I was on a reading tear until I got to this book and it totally derailed me. I had to start it a few times and it felt like a slog, even if parts were rewarding. The book is very "dissertation-y" and very specific: basically about the development of national identity in Quetzaltenango, an important city in Guatemala, primarily in the 1800s.
Still, the book was interesting. The core is about relations between the large indigenous population and, first, the Spanish Crown and, later, the Ladino national government. The hook is that the indigenous community is not without its internal divisions; crucially, there is a stratum of indigenous society who benefited from the colonial arrangement. Some were pretty powerful and wealthy; there are great anecdotes of Ladino community leaders reaching out for help or loans from the indigenous community and getting nothing.

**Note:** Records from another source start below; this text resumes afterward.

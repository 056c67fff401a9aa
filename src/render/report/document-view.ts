/**
 * The shapes of the fit document (src/render/fit-document.ts) as the report
 * reads them. The report is built from the JSON document, not from the fit
 * objects, so a report can be made from a saved fit.json and shows exactly
 * the numbers that fit.json holds.
 */

/** One estimate with its interval, as in fit.json. */
export interface EstimateView {
  readonly estimate: number | null;
  readonly lower: number | null;
  readonly upper: number | null;
  readonly at_bound: string | null;
  readonly lower_at_bound: boolean;
  readonly upper_at_bound: boolean;
}

/** One model row of a lineage, as in fit.json. */
export interface ModelView {
  readonly id: string;
  readonly label: string;
  readonly k: number;
  readonly logLik: number | null;
  readonly aicc: number | null;
  readonly delta_aicc: number | null;
  readonly weight: number | null;
  readonly converged: boolean;
  readonly compared: boolean;
  readonly not_compared_reason: string | null;
  readonly interval_method: string;
  readonly params: Readonly<Record<string, EstimateView>>;
  readonly derived: Readonly<Record<string, EstimateView>>;
  readonly flags: readonly string[];
  readonly [extra: string]: unknown;
}

/** One lineage (section × trait), as in fit.json. */
export interface LineageView {
  readonly section: string;
  readonly trait: string;
  readonly horizons: number;
  readonly time_unit: string;
  /** The `--trait-unit` label as given, null when none (absent in a fit.json written before the option). */
  readonly trait_unit?: string | null;
  readonly position_kind: string;
  readonly transform: string;
  readonly sampling_variance: string;
  readonly best_model: string | null;
  readonly models: readonly ModelView[];
  readonly data: {
    readonly time: readonly (number | null)[];
    readonly position: readonly (number | null)[];
    /** Age of each horizon (ages as read, or placed by the age model); null for elapsed-time input; absent in a fit.json written before issue 19. */
    readonly age?: readonly (number | null)[] | null;
    readonly mean: readonly (number | null)[];
    readonly n: readonly (number | null)[];
    readonly within_variance: readonly (number | null)[];
    readonly sampling_variance: readonly (number | null)[];
    readonly extrapolated: readonly boolean[];
    readonly line: readonly number[];
  };
  readonly smoothed: { readonly model: string; readonly mean: readonly (number | null)[]; readonly standard_error: readonly (number | null)[] } | null;
  readonly [extra: string]: unknown;
}

/** The provenance block of fit.json. */
export interface ProvenanceView {
  readonly tool: string;
  readonly version: string;
  readonly inputs: readonly { readonly file: string; readonly sha256: string }[];
  readonly options: Readonly<Record<string, unknown>>;
}

/** The whole fit document. Unknown top-level keys (comparisons, power, …) are kept. */
export interface FitDocumentView {
  readonly provenance: ProvenanceView;
  readonly model_set: string;
  readonly lineages: readonly LineageView[];
  readonly warnings: readonly { readonly category: string; readonly message: string; readonly count: number }[];
  readonly [extra: string]: unknown;
}

/**
 * Read a document produced by `fitDocument` (or parsed from fit.json) as the report's view of it.
 *
 * @example
 * const lineage = lineageFromArrays({ section: 'A', trait: 'length', time: [0, 1, 2], mean: [1, 2, 3], samplingVariance: [0.04, 0.04, 0.04] });
 * const provenance = { tool: 'stratotrend', version: '0.1.0', inputs: [{ file: 'a.csv', sha256: '0' }], options: {} };
 * const document = asFitDocument(fitDocument([fitLineage(lineage, [strictStasis, randomWalk], { intervals: false })], provenance, [], 'classic'));
 * document.lineages.length; // 1
 * asFitDocument({ lineages: [] });
 * // throws: not a stratotrend fit document: expected "provenance" and "lineages"
 */
export function asFitDocument(document: Record<string, unknown>): FitDocumentView {
  const view = document as unknown as FitDocumentView;
  if (!view || typeof view !== 'object' || !Array.isArray(view.lineages) || !view.provenance) {
    throw new TypeError('not a stratotrend fit document: expected "provenance" and "lineages"');
  }
  return view;
}

/**
 * "section / trait", leaving out empty parts (same rule as the terminal table).
 *
 * @example
 * lineageTitle({ section: 'A', trait: 'length' }); // 'A / length'
 * lineageTitle({ section: '', trait: '' }); // 'lineage'
 */
export function lineageTitle(lineage: Pick<LineageView, 'section' | 'trait'>): string {
  const parts = [lineage.section, lineage.trait].filter((part) => part !== '');
  return parts.length === 0 ? 'lineage' : parts.join(' / ');
}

Grandin highlights how this elite, indigenous class worked to protect its privilege at different points, often in surprising ways. The most interesting is in the classic Latin American struggle between Conservative and Liberal parties in the 1800s. Surprising from our vantage point, the Liberals are primarily the villains from the indigenous perspective. In wanting to reform society and erase boundaries between indigenous and non-indigenous (assimilating the indigenous population), they come into conflict with the community and especially its elites. During a war in which the Western Highlands briefly declares independence, the indigenous community sides with the Conservatives.
Other interesting moments: during a cholera outbreak, and then in the 1940s during Arbenz rule, indigenous elites actually joined anticommunist efforts to undermine land reform by indigenous peasants.
Great content for thinking about how, even under governance schemes that hurt a group overall, there are still "winners and losers" within the group who respond to strategic incentives.